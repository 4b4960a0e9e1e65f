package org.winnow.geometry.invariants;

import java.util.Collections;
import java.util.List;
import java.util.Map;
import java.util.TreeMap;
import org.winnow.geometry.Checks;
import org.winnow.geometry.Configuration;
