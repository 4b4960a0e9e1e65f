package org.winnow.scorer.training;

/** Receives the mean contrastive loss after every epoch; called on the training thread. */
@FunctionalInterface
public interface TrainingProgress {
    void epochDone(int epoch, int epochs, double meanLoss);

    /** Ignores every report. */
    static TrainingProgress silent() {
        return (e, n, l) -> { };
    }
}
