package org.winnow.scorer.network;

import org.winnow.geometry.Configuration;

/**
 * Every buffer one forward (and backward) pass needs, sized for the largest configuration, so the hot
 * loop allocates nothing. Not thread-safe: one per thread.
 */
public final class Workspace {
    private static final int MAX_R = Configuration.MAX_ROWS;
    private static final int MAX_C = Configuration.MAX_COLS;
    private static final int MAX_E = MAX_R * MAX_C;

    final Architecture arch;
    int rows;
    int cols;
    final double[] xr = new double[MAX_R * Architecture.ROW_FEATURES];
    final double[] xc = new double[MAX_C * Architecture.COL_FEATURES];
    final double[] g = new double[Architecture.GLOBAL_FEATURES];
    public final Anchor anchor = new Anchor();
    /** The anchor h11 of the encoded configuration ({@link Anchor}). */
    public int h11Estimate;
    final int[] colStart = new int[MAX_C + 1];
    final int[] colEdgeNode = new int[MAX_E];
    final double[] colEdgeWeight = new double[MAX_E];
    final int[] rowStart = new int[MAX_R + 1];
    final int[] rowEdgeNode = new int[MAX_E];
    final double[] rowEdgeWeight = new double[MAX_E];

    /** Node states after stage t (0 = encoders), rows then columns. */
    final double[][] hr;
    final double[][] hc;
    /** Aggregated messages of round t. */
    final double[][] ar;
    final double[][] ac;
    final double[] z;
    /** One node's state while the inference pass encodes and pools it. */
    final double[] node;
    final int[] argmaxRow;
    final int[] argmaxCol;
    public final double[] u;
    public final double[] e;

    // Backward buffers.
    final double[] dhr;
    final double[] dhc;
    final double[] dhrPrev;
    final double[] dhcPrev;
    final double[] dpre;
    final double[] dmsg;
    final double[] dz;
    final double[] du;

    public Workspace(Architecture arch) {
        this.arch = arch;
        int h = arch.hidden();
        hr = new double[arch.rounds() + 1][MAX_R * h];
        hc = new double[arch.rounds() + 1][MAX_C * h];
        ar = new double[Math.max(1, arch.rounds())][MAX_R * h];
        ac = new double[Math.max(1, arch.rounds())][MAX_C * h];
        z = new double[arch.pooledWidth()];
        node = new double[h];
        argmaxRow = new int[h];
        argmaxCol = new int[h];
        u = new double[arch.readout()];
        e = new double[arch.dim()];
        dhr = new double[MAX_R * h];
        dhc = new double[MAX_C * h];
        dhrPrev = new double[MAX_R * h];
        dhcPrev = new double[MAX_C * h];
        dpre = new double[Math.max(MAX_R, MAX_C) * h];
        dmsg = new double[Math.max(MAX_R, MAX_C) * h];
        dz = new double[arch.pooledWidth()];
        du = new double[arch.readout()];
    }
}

Task details = Could you return exactly the lines above from the line with "final double[] dhr;" to the line with "int h = arch.hidden();", both included, and nothing else?

Answer =
    final double[] dhr;
    final double[] dhc;
    final double[] dhrPrev;
    final double[] dhcPrev;
    final double[] dpre;
    final double[] dmsg;
    final double[] dz;
    final double[] du;

    public Workspace(Architecture arch) {
        this.arch = arch;
        int h = arch.hidden();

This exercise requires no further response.